■ **YOUR OBJECTIVE**
The entries below contain a line with "public required Func<double[], double>" and a line with "public required Func<double[], SwapBoil?>". Retype exactly everything from the first down to the second, both included, and nothing else.

■ **DATA UNDER STUDY**
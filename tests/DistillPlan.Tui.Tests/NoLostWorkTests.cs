using DistillPlan.Core.PlanFiles;
using DistillPlan.Tui.Model;
using Terminal.Gui.Input;

namespace DistillPlan.Tui.Tests;

/// <summary>Issue 11, item 1: Esc never discards work, leaving asks with the safe answer as default, opening is not an edit.</summary>
[Collection(TerminalCollection.Name)]
public sealed class NoLostWorkTests : IDisposable
{
    private readonly PlannerHarness _h = new();
    public void Dispose() => _h.Dispose();

    private static string Example(string name) => Path.Combine(TestLibrary.RepoRoot, "examples", name);

    [Fact]
    public void Esc_on_the_main_screen_with_unsaved_changes_keeps_the_work_and_returns_to_the_search()
    {
        _h.Type("tolu");
        _h.Press(Key.Enter);
        _h.Press(Key.F4);
        _h.Press(Key.Esc);
        _h.Press(Key.Esc);
        Assert.True(_h.Window.IsRunning);
        Assert.Empty(_h.Dialogs.Asked);
        Assert.Equal("toluene", _h.Vm.Document.Charge);
        Assert.True(_h.Vm.IsDirty);
        Assert.Same(_h.Window.Charge, _h.Window.CurrentPane);
        Assert.True(_h.Window.Charge.SearchField.HasFocus);
    }

    [Fact]
    public void Esc_closes_the_help_and_the_fit_form_first()
    {
        _h.Press(Key.F1);
        Assert.Contains("Keys (F1 or Esc closes)", _h.Screen() + "\n" + string.Join("|", _h.Window.SubViews.Select(v => v.GetType().Name + v.Visible)));
        _h.Press(Key.Esc);
        Assert.DoesNotContain("Keys (F1 or Esc closes)", _h.Screen());
        _h.Press(Key.F8);
        Assert.Contains("Fit your own compound", _h.Screen());
        _h.Press(Key.Esc);
        Assert.DoesNotContain("Fit your own compound", _h.Screen());
        Assert.True(_h.Window.IsRunning);
    }

    [Fact]
    public void Quit_with_unsaved_changes_asks_and_its_default_button_keeps_working()
    {
        _h.Vm.Edit(d => d with { Charge = "ethanol" });
        _h.Press(Key.Q.WithCtrl);
        var (title, buttons) = Assert.Single(_h.Dialogs.Asked);
        Assert.Equal("Quit", title);
        // The last button is the default (Enter): it must be the safe one.
        Assert.Equal("_Keep working", buttons[^1]);
        Assert.True(_h.Window.IsRunning);
        Assert.Equal("ethanol", _h.Vm.Document.Charge);
    }

    [Fact]
    public void Replacing_a_file_asks_and_its_default_button_keeps_the_file()
    {
        string path = Path.Combine(_h.Dir, "mine.yaml");
        File.WriteAllText(path, "the user's own file");
        _h.Vm.Edit(d => d with { Charge = "ethanol" });
        _h.Dialogs.Paths.Enqueue(path);
        _h.Press(Key.S.WithCtrl);
        var (title, buttons) = Assert.Single(_h.Dialogs.Asked);
        Assert.Equal("Replace file?", title);
        Assert.Equal("_Cancel", buttons[^1]);
        Assert.Equal("the user's own file", File.ReadAllText(path));
        Assert.True(_h.Vm.IsDirty);
        Assert.Contains("Not saved: the existing file was kept.", _h.Screen());
    }

    [Fact]
    public void Opening_over_unsaved_changes_asks_and_its_default_button_keeps_the_plan()
    {
        _h.Vm.Edit(d => d with { Charge = "ethanol" });
        _h.Dialogs.Paths.Enqueue(Example("dmf-reaction-workup.yaml"));
        _h.Press(Key.O.WithCtrl);
        var (title, buttons) = Assert.Single(_h.Dialogs.Asked);
        Assert.Equal("Open", title);
        Assert.Equal("_Cancel", buttons[^1]);
        Assert.Equal("ethanol", _h.Vm.Document.Charge);
    }

    [Theory]
    [InlineData("aqueous-ethanol-extract.yaml")]
    [InlineData("column-fractions-etoac-heptane.yaml")]
    [InlineData("dmf-reaction-workup.yaml")]
    [InlineData("pilot-thf-strip-jacket.yaml")]
    public void Opening_an_example_through_the_dialog_does_not_mark_it_unsaved(string file)
    {
        _h.Dialogs.Paths.Enqueue(Example(file));
        _h.Press(Key.O.WithCtrl);
        string screen = _h.Screen();
        Assert.Equal(PlanFileReader.Load(Example(file)), _h.Vm.Document);
        Assert.False(_h.Vm.IsDirty);
        Assert.Contains("Setpoints - " + file, screen);
        Assert.DoesNotContain("(unsaved)", screen);
        // Every pane refreshed from the file, and none of them echoed it back as an edit.
        foreach (var k in new[] { Key.F2, Key.F3, Key.F4, Key.F5, Key.F6 }) _h.Press(k);
        Assert.False(_h.Vm.IsDirty);
    }

    [Fact]
    public void Settings_typed_in_another_order_than_the_file_are_not_a_change()
    {
        var a = new PlannerViewModel(TestLibrary.Library);
        a.SetSetting("coolant-temp", "5");
        a.SetSetting("pump-limit", "2mbar");
        string path = Path.Combine(_h.Dir, "a.yaml");
        a.Save(path, _ => true);
        var b = new PlannerViewModel(TestLibrary.Library);
        b.Open(path);
        b.SetSetting("pump-limit", "");
        b.SetSetting("pump-limit", "2mbar");
        Assert.False(b.IsDirty);
    }
}
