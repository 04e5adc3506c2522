namespace DistillPlan.Core.Scale;

/// <summary>The two ways a solvent is swapped in a vessel (docs/methods.md, Solvent swap).</summary>
public enum SwapMethod
{
    /// <summary>Strip down to the minimum volume, refill with the new solvent to the maximum, repeat.</summary>
    PutAndTake,
    /// <summary>After a first strip to the minimum volume, feed the new solvent as fast as distillate leaves.</summary>
    ConstantVolume,
}

/// <summary>The boiling pot at one composition: where it boils and what vapour leaves.</summary>
/// <param name="TemperatureK">Boiling temperature [K].</param>
/// <param name="PressurePa">Pressure [Pa].</param>
/// <param name="Vapor">Vapour mole fractions in component order.</param>
/// <param name="TwoLiquids">True when the pot has split into two liquid layers.</param>
public readonly record struct SwapBoil(double TemperatureK, double PressurePa, double[] Vapor, bool TwoLiquids = false);

/// <summary>One reported point of a swap.</summary>
/// <param name="Moles">Pot contents [mol] by component.</param>
/// <param name="Boil">Where it boils.</param>
/// <param name="NewSolventMol">New solvent added so far [mol].</param>
/// <param name="DistillateMol">Distillate so far [mol] by component.</param>
/// <param name="TimeS">Time so far [s], or NaN without a rate.</param>
/// <param name="Cycle">Put-and-take: the refill count so far; constant-volume: 0 in the first strip, 1 while feeding.</param>
public sealed record SwapPoint(double[] Moles, SwapBoil Boil, double NewSolventMol, double[] DistillateMol, double TimeS, int Cycle);

/// <summary>Why a swap stopped.</summary>
public enum SwapEnd
{
    /// <summary>The residual of the old solvents fell to the target.</summary>
    TargetReached,
    /// <summary>The pot cannot boil any more within the heating limit.</summary>
    CannotBoil,
    /// <summary>The step cap was reached (a very low target or a slow approach).</summary>
    StepLimit,
}

/// <summary>The outcome of one swap method.</summary>
/// <param name="Method">Which method.</param>
/// <param name="End">Why it stopped.</param>
/// <param name="Points">Reported points from the charge to the end.</param>
public sealed record SwapRun(SwapMethod Method, SwapEnd End, IReadOnlyList<SwapPoint> Points)
{
    /// <summary>The last point.</summary>
    public SwapPoint Last => Points[^1];
}

/// <summary>What a swap needs: components, which one is new, volumes, the target, and how the pot boils.</summary>
public sealed record SwapProblem
{
    /// <summary>Liquid molar volume of each component [m³/mol].</summary>
    public required double[] MolarVolumeM3 { get; init; }
    /// <summary>Molar mass of each component [g/mol].</summary>
    public required double[] MolarMassG { get; init; }
    /// <summary>Index of the new solvent.</summary>
    public required int NewSolvent { get; init; }
    /// <summary>The charge [mol] by component (the new solvent may already be in it).</summary>
    public required double[] ChargeMol { get; init; }
    /// <summary>Lowest pot volume [m³].</summary>
    public required double MinimumM3 { get; init; }
    /// <summary>Highest pot volume [m³] (put-and-take refills to it).</summary>
    public required double MaximumM3 { get; init; }
    /// <summary>The residual of the old solvents at which to stop, as measured by <see cref="Residual"/>.</summary>
    public required double Target { get; init; }
    /// <summary>The residual measure of a pot (mass fraction, mole fraction …) from its moles.</summary>
    public required Func<double[], double> Residual { get; init; }
    /// <summary>How the pot boils at a liquid composition (mole fractions); null when it cannot boil any more.</summary>
    public required Func<double[], SwapBoil?> Boil { get; init; }
    /// <summary>Evaporation rate [mol/s] of a pot (its moles, where it boils, its volume [m³]); null: no time.</summary>
    public Func<double[], SwapBoil, double, double>? RateMolPerS { get; init; }
}

/// <summary>
/// The solvent swap as a Rayleigh balance with a feed term, integrated step by step (docs/methods.md,
/// Solvent swap): while boiling, dnᵢ = −yᵢ·dN; at constant volume the new solvent is fed at the
/// volume rate the distillate leaves. Each step removes a small share of the pot (second-order
/// midpoint rule); time is dN over the heat-limited rate.
/// </summary>
public static class SolventSwap
{
    /// <summary>Each step evaporates this share of the pot's moles.</summary>
    public const double StepShare = 0.002;

    /// <summary>Cap on integration steps.</summary>
    public const int MaxSteps = 400_000;

    /// <summary>Runs one method.</summary>
    public static SwapRun Run(SwapProblem p, SwapMethod method)
    {
        int count = p.ChargeMol.Length;
        var n = (double[])p.ChargeMol.Clone();
        var distillate = new double[count];
        double fed = 0, time = 0;
        int cycle = 0, steps = 0;
        var points = new List<SwapPoint>();
        SwapBoil? boil = p.Boil(Fractions(n));
        if (boil is not SwapBoil first) return new SwapRun(method, SwapEnd.CannotBoil, []);
        points.Add(new SwapPoint((double[])n.Clone(), first, 0, (double[])distillate.Clone(), p.RateMolPerS is null ? double.NaN : 0, 0));
        double lastReported = p.Residual(n);
        bool feeding = false;

        while (true)
        {
            double residual = p.Residual(n);
            if (residual <= p.Target) return Finish(SwapEnd.TargetReached);
            if (steps++ >= MaxSteps) return Finish(SwapEnd.StepLimit);
            double volume = Volume(p, n);
            if (!feeding && volume <= p.MinimumM3 * (1 + 1e-9))
            {
                if (method == SwapMethod.ConstantVolume) { feeding = true; cycle = 1; Report(); }
                else
                {
                    // Refill with the new solvent up to the maximum volume.
                    double add = (p.MaximumM3 - volume) / p.MolarVolumeM3[p.NewSolvent];
                    n[p.NewSolvent] += add;
                    fed += add;
                    cycle++;
                    if (p.Boil(Fractions(n)) is not SwapBoil refilled) return Finish(SwapEnd.CannotBoil);
                    boil = refilled;
                    Report();
                }
            }

            // One midpoint step of dN, shortened so a strip lands on the minimum volume.
            double total = n.Sum();
            double dN = StepShare * total;
            var b0 = boil.Value;
            if (!feeding)
            {
                double vaporVolume = Dot(b0.Vapor, p.MolarVolumeM3);
                dN = Math.Min(dN, Math.Max((volume - p.MinimumM3) / vaporVolume, 1e-12 * total));
            }
            var mid = Advance(p, n, b0.Vapor, 0.5 * dN, feeding);
            if (p.Boil(Fractions(mid)) is not SwapBoil bm) return Finish(SwapEnd.CannotBoil);
            double rate = p.RateMolPerS?.Invoke(n, b0, volume) ?? double.NaN;
            for (int i = 0; i < count; i++) distillate[i] += bm.Vapor[i] * dN;
            double feed = feeding ? dN * Dot(bm.Vapor, p.MolarVolumeM3) / p.MolarVolumeM3[p.NewSolvent] : 0;
            n = Advance(p, n, bm.Vapor, dN, feeding);
            fed += feed;
            if (p.Boil(Fractions(n)) is not SwapBoil next) return Finish(SwapEnd.CannotBoil);
            if (p.RateMolPerS is not null)
            {
                double rateEnd = p.RateMolPerS(n, next, Volume(p, n));
                time += dN * 0.5 * (1 / rate + 1 / rateEnd);
            }
            boil = next;
            // Report each time the residual has fallen by a further factor of 1.5 (and at refills).
            if (p.Residual(n) < lastReported / 1.5) Report();
        }

        void Report()
        {
            points.Add(new SwapPoint((double[])n.Clone(), boil!.Value, fed, (double[])distillate.Clone(), p.RateMolPerS is null ? double.NaN : time, cycle));
            lastReported = p.Residual(n);
        }

        SwapRun Finish(SwapEnd end)
        {
            if (points[^1].Moles.SequenceEqual(n) is false) Report();
            return new SwapRun(method, end, points);
        }
    }

    // n after evaporating dN of vapour y (and, while feeding, the new solvent to keep the volume).
    private static double[] Advance(SwapProblem p, double[] n, double[] y, double dN, bool feeding)
    {
        var next = new double[n.Length];
        for (int i = 0; i < n.Length; i++) next[i] = Math.Max(0, n[i] - y[i] * dN);
        if (feeding) next[p.NewSolvent] += dN * Dot(y, p.MolarVolumeM3) / p.MolarVolumeM3[p.NewSolvent];
        return next;
    }

    /// <summary>Liquid volume of the pot [m³] (ideal mixing).</summary>
    public static double Volume(SwapProblem p, double[] n) => Dot(n, p.MolarVolumeM3);

    /// <summary>Mole fractions of a pot.</summary>
    public static double[] Fractions(double[] n)
    {
        double total = n.Sum();
        return n.Select(v => total > 0 ? v / total : 0).ToArray();
    }

    private static double Dot(IReadOnlyList<double> a, IReadOnlyList<double> b)
    {
        double s = 0;
        for (int i = 0; i < a.Count; i++) s += a[i] * b[i];
        return s;
    }
}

■ **OUTPUT OF THE EXERCISE**
    public required Func<double[], double> Residual { get; init; }
    /// <summary>How the pot boils at a liquid composition (mole fractions); null when it cannot boil any more.</summary>
    public required Func<double[], SwapBoil?> Boil { get; init; }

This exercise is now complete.